El motivo por el que la gente como yo necesita a gente como Snorri reside en las reacciones que suscita, como la de los paramédicos cuando me examinaron.

—Creía que te habían disparado —dijo uno de ellos.

—Así es. Tengo líquido en los pulmones —dije entre gorgoteos—. Estoy estable, pero me tiene que ver mi médico.

—Y entonces ¿dónde está el orificio de la bala?

Vaya. En mi urgencia por prevenir la infección, era probable que hubiera hecho crecer la piel demasiado rápido. Seguro que todavía se veía muy enrojecida, pero ya no tendría una herida abierta. Había concentrado todos mis esfuerzos en cerrar el pulmón y la piel, así que el músculo todavía estaba desgarrado y tardaría su tiempo en recuperarse. Del mismo modo, la piel y el tejido del pulmón necesitaban tiempo para volver a estar como antes.

—Era una bala de goma. Me dio aquí y me provocó una hemorragia interna —contesté.

—La policía no utiliza balas de goma. Y, aunque lo hiciera y eso te hubiera provocado una hemorragia interna, no tendrías por qué tener sangre en los pulmones.

—¿Sabes qué, tío? Súbeme a una camilla, llévame al médico y ya se preocupará él por todo.

Quería que me sacara de allí. Ya había hecho todo lo que estaba en mi mano, incluyendo recargar el talismán del oso. Lo que necesitaba ahora era un cirujano y un poco de descanso.

—¿Quieres decir que la herida provocada por la bala ya se ha curado?

—Lo que quiero decir es que me des una máscara de oxígeno de ésas y que me saques de aquí. Y esta espada viene conmigo. —Di un golpecito a Fragarach y el paramédico bajó la vista, porque hasta entonces no se había fijado en ella—. No se mueve de mi lado.

—¿Qué? En la ambulancia no se permiten armas.

—Está en la funda y es valiosísima. Mira cómo está mi tienda. —Hice un gesto hacia la puerta destrozada—. No puedo dejarla aquí.

Hal, que hasta entonces se había mantenido en silencio viendo cómo iba la conversación, se inclinó sobre el hombro del paramédico.

—¿Se niega a llevar a mi cliente en una situación de urgencia médica?

—No —repuso el paramédico, echándole una mirada—. Me niego a llevar su arma.

—¿Se refiere a esta pieza de arte celta de valor incalculable? Eso no es un arma, señor. Es una reliquia familiar de gran valor sentimental y, si lo separasen de ella, el trauma que sufriría mi cliente sería mucho más grave que cualquier dolor físico que pueda sentir en este momento. Y, por cierto, no veo que hayan hecho nada por aliviárselo desde que han llegado.

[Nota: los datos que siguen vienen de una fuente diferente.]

"""Tests of the assembled design-point cycle against textbook closed forms and conservation laws."""

import numpy as np
import openmdao.api as om
import pytest
from openmdao.utils.assert_utils import assert_check_totals, assert_no_approx_partials

from bypassopt.components.cycle.cycle_group import TurbofanCycleGroup
from bypassopt.components.gas.thermo import CaloricallyPerfectGas, ThermallyPerfectGas

IDEAL_RTOL = 1e-9
TOTALS_TOL = 1e-8

# Ideal turbofan check case (field-reference section 4.3; Mattingly, *Elements of Propulsion*,
# chapter 5 "Parametric Cycle Analysis of Ideal Engines"): M0 0.8, T0 216.65 K (ISA 11 km),
# gamma 1.4, cp 1004 J/(kg K), h_PR 43 MJ/kg.
CP, GAMMA, LHV = 1004.0, 1.4, 43.0e6


def ideal_turbofan(M0, T0, bpr, fpr, opr, tt4, cp=CP, gamma=GAMMA, h_pr=LHV):
    """Closed-form ideal separate-exhaust turbofan (Mattingly, Elements of Propulsion, ch. 5).

    Written independently in the test from the textbook relations listed in field-reference 4.2.
    """
    R = cp * (gamma - 1.0) / gamma
    a0 = np.sqrt(gamma * R * T0)
    tau_r = 1.0 + 0.5 * (gamma - 1.0) * M0**2
    tau_lam = tt4 / T0
    tau_c = opr ** ((gamma - 1.0) / gamma)
    tau_f = fpr ** ((gamma - 1.0) / gamma)
    tau_t = 1.0 - tau_r / tau_lam * ((tau_c - 1.0) + bpr * (tau_f - 1.0))
    v9_a0 = np.sqrt(2.0 / (gamma - 1.0) * tau_lam / (tau_r * tau_c) * (tau_r * tau_c * tau_t - 1.0))
    v19_a0 = np.sqrt(2.0 / (gamma - 1.0) * (tau_r * tau_f - 1.0))
    fsp = a0 / (1.0 + bpr) * (v9_a0 - M0 + bpr * (v19_a0 - M0))
    f = cp * T0 * (tau_lam - tau_r * tau_c) / h_pr
    tsfc = f / ((1.0 + bpr) * fsp)
    return fsp, tsfc, v9_a0 * a0, v19_a0 * a0


def ideal_settings(prob):
    """All efficiencies 1, no losses, no extractions (textbook ideal cycle)."""
    for name in ("fan_bypass_eff_poly", "fan_core_eff_poly", "booster_eff_poly", "hpc_eff_poly", "hpt_eff_poly",
                 "lpt_eff_poly", "HP_mech_eff", "LP_mech_eff", "combustion_eff", "inlet_recovery",
                 "core_nozzle_velocity_coeff", "bypass_nozzle_velocity_coeff"):
        prob.set_val(name, 1.0)
    for name in ("burner_dPqP", "core_duct_dPqP", "bypass_duct_dPqP", "hpt_vane_cooling_frac",
                 "hpt_rotor_cooling_frac", "customer_bleed_frac", "HP_power_offtake"):
        prob.set_val(name, 0.0)
    prob.set_val("booster_PR", 1.0)


def build(nn=1, gas=None, **opts):
    """Set up a cycle problem."""
    prob = om.Problem(reports=False)
    prob.model.add_subsystem("cycle", TurbofanCycleGroup(num_nodes=nn, gas=gas or ThermallyPerfectGas(), **opts),
                             promotes=["*"])
    prob.setup(force_alloc_complex=True)
    return prob


@pytest.fixture(scope="module")
def ideal_grid():
    """Ideal cycle over a grid of BPR, FPR, OPR, T4 and Mach, one vectorized run."""
    rng = np.random.default_rng(7)
    nn = 24
    grid = {
        "BPR": rng.uniform(2.0, 14.0, nn),
        "FPR": rng.uniform(1.3, 2.0, nn),
        "OPR": rng.uniform(20.0, 50.0, nn),
        "Tt4": rng.uniform(1400.0, 1900.0, nn),
        "Mach0": rng.uniform(0.3, 0.85, nn),
    }
    gas = CaloricallyPerfectGas(cp=CP, gamma=GAMMA)
    prob = build(nn, gas=gas, include_fuel_mass=False, nozzle_expansion="full", cooling_model="given")
    ideal_settings(prob)
    prob.set_val("altitude", 11000.0 * np.ones(nn), units="m")
    prob.set_val("dT_isa", 0.0)
    prob.set_val("fuel_LHV", LHV)
    for k, v in grid.items():
        prob.set_val(k, v)
    prob.run_model()
    return prob, grid


def test_ideal_cycle_matches_closed_form(ideal_grid):
    """Specific thrust, TSFC and jet velocities equal the ideal-turbofan closed form to 1e-9."""
    prob, g = ideal_grid
    fsp, tsfc, v9, v19 = ideal_turbofan(g["Mach0"], 216.65, g["BPR"], g["FPR"], g["OPR"], g["Tt4"])
    np.testing.assert_allclose(prob.get_val("Fn_specific"), fsp, rtol=IDEAL_RTOL)
    np.testing.assert_allclose(prob.get_val("TSFC"), tsfc, rtol=IDEAL_RTOL)
    np.testing.assert_allclose(prob.get_val("Fg8_specific"), v9, rtol=IDEAL_RTOL)
    np.testing.assert_allclose(prob.get_val("Fg18_specific"), v19, rtol=IDEAL_RTOL)


def test_ideal_check_values_field_reference():
    """The closed form itself reproduces field-reference 4.3 (computed there by two methods)."""
    fsp, tsfc, v9, v19 = ideal_turbofan(0.8, 216.65, 10.0, 1.6, 36.0, 1600.0)
    assert fsp == pytest.approx(157.936, rel=1e-5)
    assert tsfc == pytest.approx(1.2360e-5, rel=1e-4)
    assert v9 == pytest.approx(780.408, rel=1e-5)
    assert v19 == pytest.approx(355.261, rel=1e-5)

El paramédico apretó la mandíbula y echó el aire por la nariz con fuerza. Se volvió hacia mí.

—Malditos abogados —masculló, pensando quizá que Hal no lo oiría. Pero los hombres lobo tienden a oír las cosas de ese tipo.

—Tiene razón, caballero: ¡soy un maldito abogado y le interpondré una maldita demanda si no lleva ahora mismo a mi maldito cliente y sus malditas pertenencias al Scottsdale Memorial ahora mismo!

—¡Está bien, está bien! —bufó el paramédico, que no estaba preparado para soportar el acoso y las amenazas legales durante mucho tiempo.

Junto con su compañero, fueron a buscar la camilla y un momento después ya me estaban metiendo en la parte de atrás de la ambulancia, con Fragarach aferrada en la mano derecha. Jiménez y el resto de los policías andaban tan ocupados pensando en qué diría la prensa cuando descubriera que un agente de Phoenix había matado de un tiro a otro de Tempe, que ni se dieron cuenta de que la espada que Fagles había estado pidiendo a gritos estaba delante de sus narices.